Work request: From the records below, output exactly the lines running from the line containing "last = Math.max(last, c.end);" through the line containing "checkedAnchors++;", and no others.

Given entries:

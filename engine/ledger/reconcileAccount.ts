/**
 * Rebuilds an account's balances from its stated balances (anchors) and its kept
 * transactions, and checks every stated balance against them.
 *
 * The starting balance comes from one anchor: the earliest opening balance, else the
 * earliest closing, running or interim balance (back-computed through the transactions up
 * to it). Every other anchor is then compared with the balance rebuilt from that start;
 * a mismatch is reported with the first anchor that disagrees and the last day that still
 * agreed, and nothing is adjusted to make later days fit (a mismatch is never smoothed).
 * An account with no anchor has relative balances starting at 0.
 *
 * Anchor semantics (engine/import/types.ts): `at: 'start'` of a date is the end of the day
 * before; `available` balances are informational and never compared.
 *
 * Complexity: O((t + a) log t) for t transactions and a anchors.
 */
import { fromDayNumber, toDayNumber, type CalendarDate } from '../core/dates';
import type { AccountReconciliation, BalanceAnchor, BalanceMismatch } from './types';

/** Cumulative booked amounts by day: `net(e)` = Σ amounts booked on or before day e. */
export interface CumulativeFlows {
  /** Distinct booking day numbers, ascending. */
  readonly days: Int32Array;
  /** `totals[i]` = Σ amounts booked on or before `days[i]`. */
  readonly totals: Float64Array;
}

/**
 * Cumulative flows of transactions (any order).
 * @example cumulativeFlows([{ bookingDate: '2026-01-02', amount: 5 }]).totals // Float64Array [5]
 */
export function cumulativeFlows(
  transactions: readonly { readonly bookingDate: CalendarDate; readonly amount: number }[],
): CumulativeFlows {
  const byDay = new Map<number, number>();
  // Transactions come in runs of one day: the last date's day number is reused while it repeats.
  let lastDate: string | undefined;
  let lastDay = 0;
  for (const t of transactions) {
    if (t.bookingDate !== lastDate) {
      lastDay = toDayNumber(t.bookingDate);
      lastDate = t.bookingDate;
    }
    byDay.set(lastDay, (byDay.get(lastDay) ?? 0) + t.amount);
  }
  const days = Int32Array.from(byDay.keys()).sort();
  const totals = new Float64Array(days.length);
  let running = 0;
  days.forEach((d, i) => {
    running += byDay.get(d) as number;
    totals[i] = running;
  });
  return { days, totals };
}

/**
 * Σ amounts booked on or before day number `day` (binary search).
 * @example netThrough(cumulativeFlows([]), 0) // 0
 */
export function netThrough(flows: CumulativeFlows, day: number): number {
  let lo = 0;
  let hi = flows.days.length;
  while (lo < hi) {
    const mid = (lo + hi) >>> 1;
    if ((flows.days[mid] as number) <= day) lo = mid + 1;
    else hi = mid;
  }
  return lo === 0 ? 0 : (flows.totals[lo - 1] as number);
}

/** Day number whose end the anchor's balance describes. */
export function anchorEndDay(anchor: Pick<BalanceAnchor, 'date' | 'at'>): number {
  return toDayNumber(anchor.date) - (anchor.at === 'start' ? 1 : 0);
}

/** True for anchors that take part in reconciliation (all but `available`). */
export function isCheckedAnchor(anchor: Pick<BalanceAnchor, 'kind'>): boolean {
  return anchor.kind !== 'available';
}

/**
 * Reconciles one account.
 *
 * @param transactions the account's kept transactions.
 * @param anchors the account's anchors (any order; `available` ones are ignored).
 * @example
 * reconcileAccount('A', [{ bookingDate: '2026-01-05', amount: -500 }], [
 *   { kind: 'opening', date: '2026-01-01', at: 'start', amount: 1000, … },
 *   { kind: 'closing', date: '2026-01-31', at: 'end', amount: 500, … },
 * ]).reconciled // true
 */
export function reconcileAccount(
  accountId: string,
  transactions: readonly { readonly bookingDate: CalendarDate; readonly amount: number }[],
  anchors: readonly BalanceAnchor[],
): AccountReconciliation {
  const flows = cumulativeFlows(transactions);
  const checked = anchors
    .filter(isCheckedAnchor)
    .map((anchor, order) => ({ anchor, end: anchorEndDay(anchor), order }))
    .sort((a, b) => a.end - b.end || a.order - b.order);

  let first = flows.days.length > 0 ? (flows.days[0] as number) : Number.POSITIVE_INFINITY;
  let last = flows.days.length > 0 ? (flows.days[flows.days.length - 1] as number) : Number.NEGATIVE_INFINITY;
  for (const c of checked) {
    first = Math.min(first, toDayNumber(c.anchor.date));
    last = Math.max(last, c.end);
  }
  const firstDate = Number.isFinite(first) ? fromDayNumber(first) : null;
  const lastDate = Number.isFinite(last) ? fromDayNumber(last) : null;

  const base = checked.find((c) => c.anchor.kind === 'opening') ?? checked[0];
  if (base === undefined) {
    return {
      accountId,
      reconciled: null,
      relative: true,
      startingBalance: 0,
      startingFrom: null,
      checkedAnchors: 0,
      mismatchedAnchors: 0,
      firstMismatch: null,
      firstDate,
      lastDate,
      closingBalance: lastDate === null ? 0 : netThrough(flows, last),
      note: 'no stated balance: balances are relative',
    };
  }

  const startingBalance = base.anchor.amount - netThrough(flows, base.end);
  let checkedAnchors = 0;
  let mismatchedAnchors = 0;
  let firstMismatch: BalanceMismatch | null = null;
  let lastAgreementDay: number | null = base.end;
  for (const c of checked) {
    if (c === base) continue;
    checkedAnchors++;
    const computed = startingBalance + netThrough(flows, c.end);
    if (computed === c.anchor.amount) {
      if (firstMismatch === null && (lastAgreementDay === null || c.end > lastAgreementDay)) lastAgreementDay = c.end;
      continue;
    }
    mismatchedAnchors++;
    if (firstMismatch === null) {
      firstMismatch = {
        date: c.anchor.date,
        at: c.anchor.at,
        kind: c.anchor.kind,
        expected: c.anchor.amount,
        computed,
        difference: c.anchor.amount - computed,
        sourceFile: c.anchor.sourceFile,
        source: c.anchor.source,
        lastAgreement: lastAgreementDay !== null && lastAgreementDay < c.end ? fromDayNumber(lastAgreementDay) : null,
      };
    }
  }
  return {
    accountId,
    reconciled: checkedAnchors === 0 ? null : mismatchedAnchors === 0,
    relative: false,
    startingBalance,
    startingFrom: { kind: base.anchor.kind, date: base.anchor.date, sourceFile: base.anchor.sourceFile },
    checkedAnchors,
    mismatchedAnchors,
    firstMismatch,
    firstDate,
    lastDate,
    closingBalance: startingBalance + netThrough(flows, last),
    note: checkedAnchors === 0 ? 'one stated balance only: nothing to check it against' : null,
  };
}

Response for this exercise:
    last = Math.max(last, c.end);
  }
  const firstDate = Number.isFinite(first) ? fromDayNumber(first) : null;
  const lastDate = Number.isFinite(last) ? fromDayNumber(last) : null;

  const base = checked.find((c) => c.anchor.kind === 'opening') ?? checked[0];
  if (base === undefined) {
    return {
      accountId,
      reconciled: null,
      relative: true,
      startingBalance: 0,
      startingFrom: null,
      checkedAnchors: 0,
      mismatchedAnchors: 0,
      firstMismatch: null,
      firstDate,
      lastDate,
      closingBalance: lastDate === null ? 0 : netThrough(flows, last),
      note: 'no stated balance: balances are relative',
    };
  }

  const startingBalance = base.anchor.amount - netThrough(flows, base.end);
  let checkedAnchors = 0;
  let mismatchedAnchors = 0;
  let firstMismatch: BalanceMismatch | null = null;
  let lastAgreementDay: number | null = base.end;
  for (const c of checked) {
    if (c === base) continue;
    checkedAnchors++;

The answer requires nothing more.